*WORK INSTRUCTIONS:*
Only the lines with "observed" in the entries below belong in the answer; please copy them.

*RECORD EXCERPTS:*
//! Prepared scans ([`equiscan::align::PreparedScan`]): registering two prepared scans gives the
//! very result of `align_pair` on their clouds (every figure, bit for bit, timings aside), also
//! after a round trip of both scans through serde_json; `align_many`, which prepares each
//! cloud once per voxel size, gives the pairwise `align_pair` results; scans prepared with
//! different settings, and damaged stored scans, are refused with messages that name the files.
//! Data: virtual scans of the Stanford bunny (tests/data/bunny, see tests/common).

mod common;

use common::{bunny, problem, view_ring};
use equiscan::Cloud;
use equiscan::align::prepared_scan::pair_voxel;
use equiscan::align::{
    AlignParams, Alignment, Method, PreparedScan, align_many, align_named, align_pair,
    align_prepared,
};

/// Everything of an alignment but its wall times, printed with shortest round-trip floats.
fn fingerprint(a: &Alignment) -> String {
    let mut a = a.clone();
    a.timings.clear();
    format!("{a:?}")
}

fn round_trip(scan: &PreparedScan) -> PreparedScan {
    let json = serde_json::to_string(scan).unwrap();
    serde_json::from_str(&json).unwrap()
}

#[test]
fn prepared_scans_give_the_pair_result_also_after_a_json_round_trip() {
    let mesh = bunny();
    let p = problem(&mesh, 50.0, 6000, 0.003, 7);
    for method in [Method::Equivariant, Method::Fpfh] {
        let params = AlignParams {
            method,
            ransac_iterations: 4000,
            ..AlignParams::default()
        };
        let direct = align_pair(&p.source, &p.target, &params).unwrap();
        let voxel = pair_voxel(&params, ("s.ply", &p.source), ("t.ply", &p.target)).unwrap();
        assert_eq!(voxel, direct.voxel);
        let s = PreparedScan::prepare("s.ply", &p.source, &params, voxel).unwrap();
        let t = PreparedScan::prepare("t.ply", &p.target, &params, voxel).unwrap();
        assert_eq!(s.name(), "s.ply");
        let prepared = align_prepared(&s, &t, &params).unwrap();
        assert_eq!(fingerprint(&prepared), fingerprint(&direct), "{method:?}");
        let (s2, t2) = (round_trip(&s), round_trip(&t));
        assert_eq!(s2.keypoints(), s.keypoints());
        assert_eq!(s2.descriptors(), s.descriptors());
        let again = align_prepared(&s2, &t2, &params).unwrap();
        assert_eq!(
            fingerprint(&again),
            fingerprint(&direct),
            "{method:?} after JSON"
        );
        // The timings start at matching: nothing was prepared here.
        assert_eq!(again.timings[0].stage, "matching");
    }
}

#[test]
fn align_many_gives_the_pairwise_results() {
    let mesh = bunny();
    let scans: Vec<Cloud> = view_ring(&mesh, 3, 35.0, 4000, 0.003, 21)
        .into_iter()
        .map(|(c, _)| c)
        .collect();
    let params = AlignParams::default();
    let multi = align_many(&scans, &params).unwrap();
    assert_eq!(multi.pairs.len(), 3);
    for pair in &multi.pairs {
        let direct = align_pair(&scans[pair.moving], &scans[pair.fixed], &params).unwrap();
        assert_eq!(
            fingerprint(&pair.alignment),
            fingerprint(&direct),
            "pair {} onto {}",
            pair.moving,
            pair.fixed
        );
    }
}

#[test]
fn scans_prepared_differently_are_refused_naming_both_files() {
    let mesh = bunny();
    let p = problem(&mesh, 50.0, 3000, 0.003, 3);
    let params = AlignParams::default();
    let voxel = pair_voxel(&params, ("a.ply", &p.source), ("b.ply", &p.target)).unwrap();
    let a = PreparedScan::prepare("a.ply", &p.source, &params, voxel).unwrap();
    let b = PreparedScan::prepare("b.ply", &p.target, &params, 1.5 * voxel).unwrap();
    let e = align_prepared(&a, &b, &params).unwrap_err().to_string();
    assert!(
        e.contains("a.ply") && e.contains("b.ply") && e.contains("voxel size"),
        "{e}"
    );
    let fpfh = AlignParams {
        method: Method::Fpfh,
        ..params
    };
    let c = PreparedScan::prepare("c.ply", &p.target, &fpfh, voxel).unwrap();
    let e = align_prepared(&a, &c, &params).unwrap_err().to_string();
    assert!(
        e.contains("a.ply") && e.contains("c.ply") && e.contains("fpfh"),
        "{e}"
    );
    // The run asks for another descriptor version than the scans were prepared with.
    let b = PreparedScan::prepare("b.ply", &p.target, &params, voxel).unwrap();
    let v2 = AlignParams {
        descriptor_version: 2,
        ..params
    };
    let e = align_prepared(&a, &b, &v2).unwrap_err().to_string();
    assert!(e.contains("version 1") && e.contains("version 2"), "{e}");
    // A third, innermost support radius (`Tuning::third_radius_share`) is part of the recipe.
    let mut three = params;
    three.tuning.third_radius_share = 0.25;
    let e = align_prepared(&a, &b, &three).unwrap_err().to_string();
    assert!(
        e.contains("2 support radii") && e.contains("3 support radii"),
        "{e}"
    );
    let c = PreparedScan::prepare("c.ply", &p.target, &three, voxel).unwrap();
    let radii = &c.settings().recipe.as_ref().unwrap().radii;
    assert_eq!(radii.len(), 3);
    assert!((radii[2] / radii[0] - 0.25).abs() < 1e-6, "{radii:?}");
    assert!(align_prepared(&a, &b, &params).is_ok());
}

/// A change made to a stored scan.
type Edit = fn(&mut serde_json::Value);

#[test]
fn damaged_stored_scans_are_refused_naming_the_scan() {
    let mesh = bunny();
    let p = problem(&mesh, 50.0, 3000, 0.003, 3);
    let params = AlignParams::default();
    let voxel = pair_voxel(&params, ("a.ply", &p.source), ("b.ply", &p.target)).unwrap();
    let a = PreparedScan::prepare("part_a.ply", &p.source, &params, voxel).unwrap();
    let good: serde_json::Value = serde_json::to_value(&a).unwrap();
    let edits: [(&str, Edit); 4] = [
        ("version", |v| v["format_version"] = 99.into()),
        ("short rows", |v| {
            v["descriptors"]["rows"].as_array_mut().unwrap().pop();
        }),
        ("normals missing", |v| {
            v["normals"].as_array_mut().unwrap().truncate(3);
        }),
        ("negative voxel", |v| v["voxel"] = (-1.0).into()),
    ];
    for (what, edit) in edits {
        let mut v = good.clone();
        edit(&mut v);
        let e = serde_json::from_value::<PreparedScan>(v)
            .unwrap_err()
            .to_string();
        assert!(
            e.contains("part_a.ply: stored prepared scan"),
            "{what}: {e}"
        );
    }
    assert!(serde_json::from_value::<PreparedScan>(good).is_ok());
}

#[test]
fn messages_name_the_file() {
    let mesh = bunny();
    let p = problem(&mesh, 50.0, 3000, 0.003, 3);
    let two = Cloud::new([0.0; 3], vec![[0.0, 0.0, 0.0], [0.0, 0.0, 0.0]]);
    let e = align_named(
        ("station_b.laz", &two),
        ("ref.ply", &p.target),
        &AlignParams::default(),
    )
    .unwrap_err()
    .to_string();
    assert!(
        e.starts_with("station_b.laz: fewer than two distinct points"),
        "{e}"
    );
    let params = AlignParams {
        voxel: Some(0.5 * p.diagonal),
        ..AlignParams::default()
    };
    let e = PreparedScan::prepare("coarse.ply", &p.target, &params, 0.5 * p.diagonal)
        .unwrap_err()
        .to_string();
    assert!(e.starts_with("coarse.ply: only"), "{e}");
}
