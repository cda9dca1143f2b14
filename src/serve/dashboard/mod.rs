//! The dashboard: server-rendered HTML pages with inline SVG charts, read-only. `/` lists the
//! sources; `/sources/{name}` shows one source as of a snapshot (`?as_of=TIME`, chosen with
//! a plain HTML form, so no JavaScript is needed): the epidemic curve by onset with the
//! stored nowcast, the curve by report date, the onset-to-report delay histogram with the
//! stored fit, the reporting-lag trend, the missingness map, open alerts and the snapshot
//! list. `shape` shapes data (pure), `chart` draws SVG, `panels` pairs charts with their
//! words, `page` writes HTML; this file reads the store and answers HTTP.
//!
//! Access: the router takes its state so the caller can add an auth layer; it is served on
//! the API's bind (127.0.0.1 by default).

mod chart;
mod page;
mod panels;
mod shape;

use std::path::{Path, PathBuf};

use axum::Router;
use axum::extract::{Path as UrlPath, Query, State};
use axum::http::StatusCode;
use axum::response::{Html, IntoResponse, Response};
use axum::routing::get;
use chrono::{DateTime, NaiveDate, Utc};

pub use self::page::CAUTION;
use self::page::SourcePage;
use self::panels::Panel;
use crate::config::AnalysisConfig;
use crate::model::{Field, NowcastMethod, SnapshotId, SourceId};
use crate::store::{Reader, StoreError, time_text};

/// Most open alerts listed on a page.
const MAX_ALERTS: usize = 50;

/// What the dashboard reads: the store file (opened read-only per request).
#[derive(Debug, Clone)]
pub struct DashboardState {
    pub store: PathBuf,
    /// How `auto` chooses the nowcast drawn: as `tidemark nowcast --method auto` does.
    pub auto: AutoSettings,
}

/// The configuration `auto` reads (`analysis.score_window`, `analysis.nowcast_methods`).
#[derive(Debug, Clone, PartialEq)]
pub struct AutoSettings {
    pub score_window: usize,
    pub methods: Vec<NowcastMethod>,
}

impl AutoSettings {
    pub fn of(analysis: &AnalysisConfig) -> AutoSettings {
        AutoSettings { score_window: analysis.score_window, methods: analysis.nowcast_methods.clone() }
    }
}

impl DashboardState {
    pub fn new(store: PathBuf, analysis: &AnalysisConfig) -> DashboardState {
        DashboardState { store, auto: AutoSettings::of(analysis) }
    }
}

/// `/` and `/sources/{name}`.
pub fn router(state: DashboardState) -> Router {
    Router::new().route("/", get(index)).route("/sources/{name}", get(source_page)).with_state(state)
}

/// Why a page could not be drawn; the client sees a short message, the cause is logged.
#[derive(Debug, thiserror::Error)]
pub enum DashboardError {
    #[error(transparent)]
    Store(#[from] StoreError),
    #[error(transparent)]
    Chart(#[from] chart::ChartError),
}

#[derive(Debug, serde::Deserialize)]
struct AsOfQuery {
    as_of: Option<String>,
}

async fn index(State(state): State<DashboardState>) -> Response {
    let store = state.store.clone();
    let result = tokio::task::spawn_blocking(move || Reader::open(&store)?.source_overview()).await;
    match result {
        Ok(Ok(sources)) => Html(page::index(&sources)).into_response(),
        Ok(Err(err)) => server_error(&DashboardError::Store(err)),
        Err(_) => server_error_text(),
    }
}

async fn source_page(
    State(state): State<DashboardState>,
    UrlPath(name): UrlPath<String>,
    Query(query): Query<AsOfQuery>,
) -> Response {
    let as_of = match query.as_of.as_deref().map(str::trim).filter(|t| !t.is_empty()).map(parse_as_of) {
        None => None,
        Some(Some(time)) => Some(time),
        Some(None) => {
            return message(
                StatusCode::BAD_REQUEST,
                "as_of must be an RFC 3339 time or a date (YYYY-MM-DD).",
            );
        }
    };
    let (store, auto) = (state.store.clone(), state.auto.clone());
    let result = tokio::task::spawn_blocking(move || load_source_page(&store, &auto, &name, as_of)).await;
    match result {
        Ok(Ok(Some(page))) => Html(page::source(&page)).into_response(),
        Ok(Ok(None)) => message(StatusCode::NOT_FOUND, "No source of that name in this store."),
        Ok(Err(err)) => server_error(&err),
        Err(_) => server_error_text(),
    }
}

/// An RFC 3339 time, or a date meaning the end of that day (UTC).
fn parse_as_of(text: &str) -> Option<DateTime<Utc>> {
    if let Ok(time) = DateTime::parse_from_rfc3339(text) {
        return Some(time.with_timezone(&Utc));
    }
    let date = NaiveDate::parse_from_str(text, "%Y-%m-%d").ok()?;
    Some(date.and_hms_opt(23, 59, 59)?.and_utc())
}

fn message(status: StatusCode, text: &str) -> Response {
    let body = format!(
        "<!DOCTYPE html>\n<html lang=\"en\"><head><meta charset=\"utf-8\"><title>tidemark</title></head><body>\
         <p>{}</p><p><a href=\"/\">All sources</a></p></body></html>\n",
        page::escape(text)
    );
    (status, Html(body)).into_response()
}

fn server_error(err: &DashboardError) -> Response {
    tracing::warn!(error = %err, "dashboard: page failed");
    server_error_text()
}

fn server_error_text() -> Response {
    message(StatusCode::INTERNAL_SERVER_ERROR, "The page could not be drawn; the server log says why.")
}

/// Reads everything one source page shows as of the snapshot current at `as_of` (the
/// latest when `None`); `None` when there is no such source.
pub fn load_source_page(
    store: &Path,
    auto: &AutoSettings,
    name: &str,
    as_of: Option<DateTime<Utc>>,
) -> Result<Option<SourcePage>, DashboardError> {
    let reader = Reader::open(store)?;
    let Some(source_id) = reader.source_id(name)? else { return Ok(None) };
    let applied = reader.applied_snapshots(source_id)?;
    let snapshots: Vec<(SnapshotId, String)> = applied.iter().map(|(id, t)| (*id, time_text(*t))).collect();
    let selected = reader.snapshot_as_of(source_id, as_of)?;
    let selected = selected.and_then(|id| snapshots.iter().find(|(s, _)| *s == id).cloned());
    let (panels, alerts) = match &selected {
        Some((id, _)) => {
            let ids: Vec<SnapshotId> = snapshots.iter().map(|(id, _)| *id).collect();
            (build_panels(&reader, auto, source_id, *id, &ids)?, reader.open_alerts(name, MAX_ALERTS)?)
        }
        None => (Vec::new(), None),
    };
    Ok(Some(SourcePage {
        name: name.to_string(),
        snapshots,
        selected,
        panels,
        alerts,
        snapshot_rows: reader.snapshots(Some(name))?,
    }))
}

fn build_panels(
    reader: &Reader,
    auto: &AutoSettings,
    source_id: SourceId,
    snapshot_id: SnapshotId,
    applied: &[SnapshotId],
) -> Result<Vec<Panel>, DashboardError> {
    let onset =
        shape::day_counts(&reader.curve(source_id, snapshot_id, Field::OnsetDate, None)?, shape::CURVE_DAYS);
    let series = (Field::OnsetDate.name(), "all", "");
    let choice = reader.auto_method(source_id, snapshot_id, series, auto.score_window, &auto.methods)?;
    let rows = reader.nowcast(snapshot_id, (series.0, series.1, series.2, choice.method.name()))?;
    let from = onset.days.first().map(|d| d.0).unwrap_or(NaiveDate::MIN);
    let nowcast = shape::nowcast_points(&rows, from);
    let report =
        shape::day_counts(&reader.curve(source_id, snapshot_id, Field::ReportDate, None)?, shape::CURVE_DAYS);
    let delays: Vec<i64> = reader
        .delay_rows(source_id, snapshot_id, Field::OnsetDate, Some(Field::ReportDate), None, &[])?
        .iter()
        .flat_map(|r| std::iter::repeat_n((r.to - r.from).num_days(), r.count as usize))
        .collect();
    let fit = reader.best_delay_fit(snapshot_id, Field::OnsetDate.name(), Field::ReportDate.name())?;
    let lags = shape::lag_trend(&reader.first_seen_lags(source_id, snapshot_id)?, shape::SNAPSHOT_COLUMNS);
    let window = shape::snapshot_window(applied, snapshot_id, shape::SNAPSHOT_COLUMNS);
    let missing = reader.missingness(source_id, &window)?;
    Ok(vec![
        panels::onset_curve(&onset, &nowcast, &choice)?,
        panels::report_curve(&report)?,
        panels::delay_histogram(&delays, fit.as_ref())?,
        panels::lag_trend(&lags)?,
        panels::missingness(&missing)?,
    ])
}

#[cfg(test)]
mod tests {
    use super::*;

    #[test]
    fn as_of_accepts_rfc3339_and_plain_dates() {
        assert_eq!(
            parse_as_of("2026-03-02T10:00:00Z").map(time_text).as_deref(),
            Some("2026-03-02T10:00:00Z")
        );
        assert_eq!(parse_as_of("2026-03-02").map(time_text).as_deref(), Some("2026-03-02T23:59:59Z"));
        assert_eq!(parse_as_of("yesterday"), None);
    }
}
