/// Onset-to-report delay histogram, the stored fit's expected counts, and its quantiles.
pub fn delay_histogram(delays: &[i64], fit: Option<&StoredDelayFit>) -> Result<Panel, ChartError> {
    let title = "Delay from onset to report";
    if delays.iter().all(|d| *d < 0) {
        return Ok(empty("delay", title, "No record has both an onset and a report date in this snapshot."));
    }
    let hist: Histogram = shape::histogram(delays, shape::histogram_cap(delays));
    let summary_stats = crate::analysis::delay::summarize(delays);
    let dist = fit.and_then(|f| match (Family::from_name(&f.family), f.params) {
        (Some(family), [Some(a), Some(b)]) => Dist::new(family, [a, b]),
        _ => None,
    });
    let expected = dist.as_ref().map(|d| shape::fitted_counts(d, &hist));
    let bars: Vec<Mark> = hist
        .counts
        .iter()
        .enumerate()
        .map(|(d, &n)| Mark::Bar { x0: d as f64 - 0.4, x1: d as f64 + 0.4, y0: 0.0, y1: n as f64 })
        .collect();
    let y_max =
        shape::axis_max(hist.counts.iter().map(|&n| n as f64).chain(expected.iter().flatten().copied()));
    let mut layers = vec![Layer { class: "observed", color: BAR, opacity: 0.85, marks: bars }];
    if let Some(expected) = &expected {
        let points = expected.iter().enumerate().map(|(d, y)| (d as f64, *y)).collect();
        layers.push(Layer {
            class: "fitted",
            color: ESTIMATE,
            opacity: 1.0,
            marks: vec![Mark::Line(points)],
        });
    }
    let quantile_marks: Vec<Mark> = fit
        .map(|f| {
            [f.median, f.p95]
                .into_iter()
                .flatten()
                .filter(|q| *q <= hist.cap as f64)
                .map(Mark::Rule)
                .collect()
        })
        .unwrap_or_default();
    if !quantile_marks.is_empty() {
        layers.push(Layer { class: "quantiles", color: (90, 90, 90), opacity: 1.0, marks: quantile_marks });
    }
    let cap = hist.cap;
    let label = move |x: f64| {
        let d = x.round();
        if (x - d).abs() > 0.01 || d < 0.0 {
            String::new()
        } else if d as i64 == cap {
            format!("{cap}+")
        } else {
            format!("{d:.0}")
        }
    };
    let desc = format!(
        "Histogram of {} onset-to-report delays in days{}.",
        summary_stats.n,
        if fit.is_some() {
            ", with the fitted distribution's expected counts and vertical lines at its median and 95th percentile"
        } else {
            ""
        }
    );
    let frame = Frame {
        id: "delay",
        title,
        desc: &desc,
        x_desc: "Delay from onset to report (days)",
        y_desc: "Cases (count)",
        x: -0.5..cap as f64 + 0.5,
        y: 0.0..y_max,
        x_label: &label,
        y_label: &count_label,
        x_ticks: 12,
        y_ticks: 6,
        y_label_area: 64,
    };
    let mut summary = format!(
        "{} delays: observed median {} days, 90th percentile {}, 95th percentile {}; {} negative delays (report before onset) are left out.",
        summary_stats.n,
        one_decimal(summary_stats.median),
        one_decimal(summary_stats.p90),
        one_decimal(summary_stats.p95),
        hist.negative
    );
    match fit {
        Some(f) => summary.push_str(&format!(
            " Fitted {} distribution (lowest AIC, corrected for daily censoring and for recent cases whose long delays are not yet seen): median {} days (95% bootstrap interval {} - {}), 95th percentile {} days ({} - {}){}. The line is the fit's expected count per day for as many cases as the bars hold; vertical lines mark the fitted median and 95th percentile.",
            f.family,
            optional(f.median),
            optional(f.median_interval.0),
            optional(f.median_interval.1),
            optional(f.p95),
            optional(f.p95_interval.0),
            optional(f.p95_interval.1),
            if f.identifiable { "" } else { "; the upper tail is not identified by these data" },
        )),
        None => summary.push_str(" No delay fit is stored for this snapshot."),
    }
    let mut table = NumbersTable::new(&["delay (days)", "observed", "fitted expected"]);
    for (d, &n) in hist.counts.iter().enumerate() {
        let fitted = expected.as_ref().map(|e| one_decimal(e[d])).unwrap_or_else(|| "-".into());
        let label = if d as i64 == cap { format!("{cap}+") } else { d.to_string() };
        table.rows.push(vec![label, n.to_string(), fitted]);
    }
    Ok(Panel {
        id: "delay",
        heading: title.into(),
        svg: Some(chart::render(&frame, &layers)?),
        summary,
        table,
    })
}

*SOLUTION FOR THIS TASK:*
    let mut layers = vec![Layer { class: "observed", color: BAR, opacity: 0.85, marks: bars }];
        "{} delays: observed median {} days, 90th percentile {}, 95th percentile {}; {} negative delays (report before onset) are left out.",
    let mut table = NumbersTable::new(&["delay (days)", "observed", "fitted expected"]);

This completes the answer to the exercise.